Each design begins as a hand-drawn image that distills form and emotion into line. These are then carved into lino blocks and printed by hand onto natural cotton canvas zip pouches. The subjects—fae figures and protective sigils—are intentionally minimal yet rich in meaning, inviting viewers to consider how the simplest marks can carry deep emotional and symbolic weight. Inspired by folklore, personal rituals, and post-human philosophies, the imagery blends delicate human features with elemental and fantastical motifs.

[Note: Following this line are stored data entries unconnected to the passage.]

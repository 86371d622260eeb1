//! The evidence base: every comparison appended to a JSON-lines file, and a per-method
//! summary of how far the methods have landed from experimental truths.
//!
//! ## The interval inflation factor
//!
//! For a record with interval `[l, u]`, centre `m = (l + u) / 2` and half-width
//! `h = (u - l) / 2`, the interval widened about its centre by a factor `c` is
//! `[m - c h, m + c h]`; it holds the truth `θ` exactly when `c >= r`, with
//! `r = |θ - m| / h` the record's *required factor* (`r = 0` when `θ = m`, `r = ∞` when
//! `h = 0` and `θ != m`). Over `n` records of one method, the **inflation factor** is the
//! smallest `c` such that at least a share `level` of the widened intervals cover the truth:
//! `c* = r_(k)`, the `k`-th smallest required factor with `k = ceil(level · n)`.
//! `c* > 1`: the method's intervals have been too narrow (multiply the half-width of a new
//! interval of the same method by `c*` before trusting its nominal level); `c* < 1`: they have
//! been wider than needed. With `n` records the empirical coverage moves in steps of `1/n`,
//! so `c*` is only as good as the number (and variety) of experiments behind it.
//!
//! Records with different levels are summarised separately (the key is method + level).

use crate::error::{CalibrateError, CalibrateResult};
use serde::{Deserialize, Serialize};
use std::io::Write;
use std::path::Path;

/// One recorded comparison of one method with one experimental truth.
#[derive(Debug, Clone, PartialEq, Serialize, Deserialize)]
pub struct HistoryRecord {
    /// Method.
    pub method: String,
    /// Setting (pool, series, experiment label).
    pub setting: String,
    /// What the truth measures.
    #[serde(default)]
    pub metric: String,
    /// The experimental truth.
    pub truth: f64,
    /// The method's point estimate.
    pub estimate: f64,
    /// Lower end of the method's interval.
    pub lower: f64,
    /// Upper end of the method's interval.
    pub upper: f64,
    /// Level of that interval.
    pub level: f64,
}

impl HistoryRecord {
    /// The factor by which the interval must be widened about its centre to hold the truth.
    pub fn required_factor(&self) -> f64 {
        let m = 0.5 * (self.lower + self.upper);
        let h = 0.5 * (self.upper - self.lower);
        let d = (self.truth - m).abs();
        if d == 0.0 {
            0.0
        } else if h > 0.0 {
            d / h
        } else {
            f64::INFINITY
        }
    }

    /// Whether the stated interval holds the truth.
    pub fn covers(&self) -> bool {
        self.lower <= self.truth && self.truth <= self.upper
    }
}

/// Append records to a JSON-lines file (created if absent), one object per line.
///
/// # Errors
/// [`CalibrateError::Io`] when the file cannot be opened or written.
pub fn append(path: &Path, records: &[HistoryRecord]) -> CalibrateResult<()> {
    let io =
        |source| CalibrateError::Io { path: path.to_path_buf(), what: "cannot append to the history file", source };
    let mut text = String::new();
    for r in records {
        text.push_str(&serde_json::to_string(r).unwrap_or_default());
        text.push('\n');
    }
    // appended in place (a history grows), but never to an input of this run or through a link
    aftercast_core::output::check_output(path)?;
    let mut f = std::fs::OpenOptions::new()
        .create(true)
        .append(true)
        .open(path)
        .map_err(|e| aftercast_core::output::output_error(path, e))?;
    f.write_all(text.as_bytes()).map_err(io)?;
    f.flush().map_err(io)
}

/// Read a history file. Blank lines are skipped.
///
/// # Errors
/// [`CalibrateError::Io`]; [`CalibrateError::BadHistory`] naming the line that is not a record
/// or carries a non-finite number or a level outside (0, 1).
pub fn read(path: &Path) -> CalibrateResult<Vec<HistoryRecord>> {
    let bytes = aftercast_core::table::read_input(path)?;
    let text = String::from_utf8(bytes).map_err(|e| CalibrateError::Io {
        path: path.to_path_buf(),
        what: "cannot read the history file",
        source: std::io::Error::new(std::io::ErrorKind::InvalidData, e.utf8_error()),
    })?;
    let mut out = Vec::new();
    for (i, line) in text.lines().enumerate() {
        if line.trim().is_empty() {
            continue;
        }
        let bad = |detail: String| CalibrateError::BadHistory { path: path.to_path_buf(), line: i + 1, detail };
        let r: HistoryRecord = serde_json::from_str(line).map_err(|e| bad(e.to_string()))?;
        for (name, v) in [("truth", r.truth), ("estimate", r.estimate), ("lower", r.lower), ("upper", r.upper)] {
            if !v.is_finite() {
                return Err(bad(format!("{name} is {v}")));
            }
        }
        if r.lower > r.upper {
            return Err(bad(format!("lower {} is above upper {}", r.lower, r.upper)));
        }
        if !(r.level > 0.0 && r.level < 1.0) {
            return Err(bad(format!("level {} is outside (0, 1)", r.level)));
        }
        out.push(r);
    }
    Ok(out)
}

/// Per-method summary over recorded comparisons.
#[derive(Debug, Clone, PartialEq, Serialize, Deserialize)]
pub struct MethodSummary {
    /// Method.
    pub method: String,
    /// Interval level of the records summarised.
    pub level: f64,
    /// Number of records.
    pub records: usize,
    /// Distinct settings among them.
    pub settings: usize,
    /// Mean of estimate - truth.
    pub mean_bias: f64,
    /// Root mean square of estimate - truth.
    pub rmse: f64,
    /// Share of records whose interval holds the truth.
    pub coverage: f64,
    /// Smallest widening factor that reaches `level` coverage (see the module docs).
    pub inflation_factor: f64,
    /// Mean of (estimate - truth) / |truth| over records with a non-zero truth.
    pub mean_relative_bias: Option<f64>,
}

/// Summarise records per method and level, in order of first appearance.
pub fn summarize(records: &[HistoryRecord]) -> Vec<MethodSummary> {
    let mut keys: Vec<(String, f64)> = Vec::new();
    for r in records {
        if !keys.iter().any(|(m, l)| *m == r.method && *l == r.level) {
            keys.push((r.method.clone(), r.level));
        }
    }
    keys.into_iter()
        .map(|(method, level)| {
            let rs: Vec<&HistoryRecord> = records.iter().filter(|r| r.method == method && r.level == level).collect();
            let n = rs.len() as f64;
            let bias: Vec<f64> = rs.iter().map(|r| r.estimate - r.truth).collect();
            let mut settings: Vec<&str> = rs.iter().map(|r| r.setting.as_str()).collect();
            settings.sort_unstable();
            settings.dedup();
            let rel: Vec<f64> =
                rs.iter().filter(|r| r.truth != 0.0).map(|r| (r.estimate - r.truth) / r.truth.abs()).collect();
            MethodSummary {
                level,
                records: rs.len(),
                settings: settings.len(),
                mean_bias: bias.iter().sum::<f64>() / n,
                rmse: (bias.iter().map(|b| b * b).sum::<f64>() / n).sqrt(),
                coverage: rs.iter().filter(|r| r.covers()).count() as f64 / n,
                inflation_factor: inflation_factor(&rs.iter().map(|r| r.required_factor()).collect::<Vec<_>>(), level),
                mean_relative_bias: (!rel.is_empty()).then(|| rel.iter().sum::<f64>() / rel.len() as f64),
                method,
            }
        })
        .collect()
}

/// The `ceil(level · n)`-th smallest required factor (NaN for no records).
pub fn inflation_factor(required: &[f64], level: f64) -> f64 {
    if required.is_empty() {
        return f64::NAN;
    }
    let mut r = required.to_vec();
    r.sort_by(f64::total_cmp);
    let n = r.len();
    // a tiny tolerance keeps level * n = integer from rounding up (0.9 * 10 = 9.000000000000002)
    let k = ((level * n as f64) - 1e-9).ceil().clamp(1.0, n as f64) as usize;
    r[k - 1]
}

/// The typed diagnostics of a history summary.
#[derive(Debug, Clone, Serialize)]
pub struct HistoryDiagnostics {
    /// What the effect summaries describe.
    pub effect_is: String,
    /// Number of records.
    pub records: usize,
    /// The per-method summary.
    pub history_summary: Vec<MethodSummary>,
}

/// The one estimate of a history summary: the biases (estimate minus truth) of every record as
/// the draws, each against its truth's magnitude (so the relative effect is the relative bias
/// and a ROPE in percent judges it), the per-method summary as diagnostics.
///
/// # Errors
/// [`CalibrateError::BadParameter`] when there are no records.
pub fn estimate(records: &[HistoryRecord]) -> CalibrateResult<aftercast_core::Estimate<HistoryDiagnostics>> {
    use aftercast_core::estimate::{Per, Point, Scope};
    if records.is_empty() {
        return Err(CalibrateError::BadParameter {
            name: "--summarize",
            value: String::new(),
            detail: "a history with at least one comparison".into(),
        });
    }
    let bias: Vec<f64> = records.iter().map(|r| r.estimate - r.truth).collect();
    let scale: Vec<f64> = records.iter().map(|r| r.truth.abs()).collect();
    let n = records.len() as f64;
    let mut est = aftercast_core::Estimate::new(
        "compare",
        "history-summary",
        "bias of observational methods (estimate minus experimental truth)",
        Point::Scalar { effect: bias.iter().sum::<f64>() / n, baseline: Some(scale.iter().sum::<f64>() / n) },
        aftercast_core::EffectDraws::Scalar { effect: bias, baseline: Some(scale) },
        Scope { per: Per::Comparison, units: records.len() },
        HistoryDiagnostics {
            effect_is: "estimate minus truth over every recorded comparison; relative = bias / |truth|".into(),
            records: records.len(),
            history_summary: summarize(records),
        },
    );
    est.assumptions = vec!["Past experiments are a fair sample of the situations the methods will be used in.".into()];
    Ok(est)
}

Each pouch becomes a portable artwork—an everyday object infused with quiet magic, intended for carrying small items, talismans, or tools of personal significance. This format allows viewers to bring a piece of the work with them, binding art and daily ritual.


Devotional Objects - $30

This suite of fifteen small-scale altarpieces engages themes of love, death, and dreaming through abstraction and poetic inscription. Each work is constructed on a 3″ x 3″ Shikishi Gasen board—a traditional Japanese support made of washi paper mounted on hardboard with a gold-foiled edge, often used in calligraphy and ceremonial arts. The washi surface is hand-inked using sumi-e, and at its center, a single disc of metallic paper—luxurious gold, silver, or brass, in several elegant patterns—is carefully adhered. The result evokes eclipse, concealment, or sacred negation: a celestial emblem on a void field.

These works are visual meditations. Their pared-down geometry and restrained palette reference both minimalist aesthetics and devotional iconography. They are meant to be held, turned, and contemplated. The front offers a silent image; the reverse, a text.

On the back of each piece, hand-written inscriptions alternate between three types:

• a brief original parabole concerning dreaming or the unconscious

• an aphorism reflecting on impermanence, time, or mortality

• a fragmentary translation of ancient Greek poetry attributed to Sappho

Each piece is sealed with archival fixative to preserve both image and text.

These are not narrative works but vessels—objects for personal ritual, reflection, or quiet grief. In their scale and intimacy, they recall prayer cards, reliquaries, or pocket icons. The series invites the viewer to dwell in stillness, to encounter abstraction not as aesthetic detachment but as an act of reverent attention.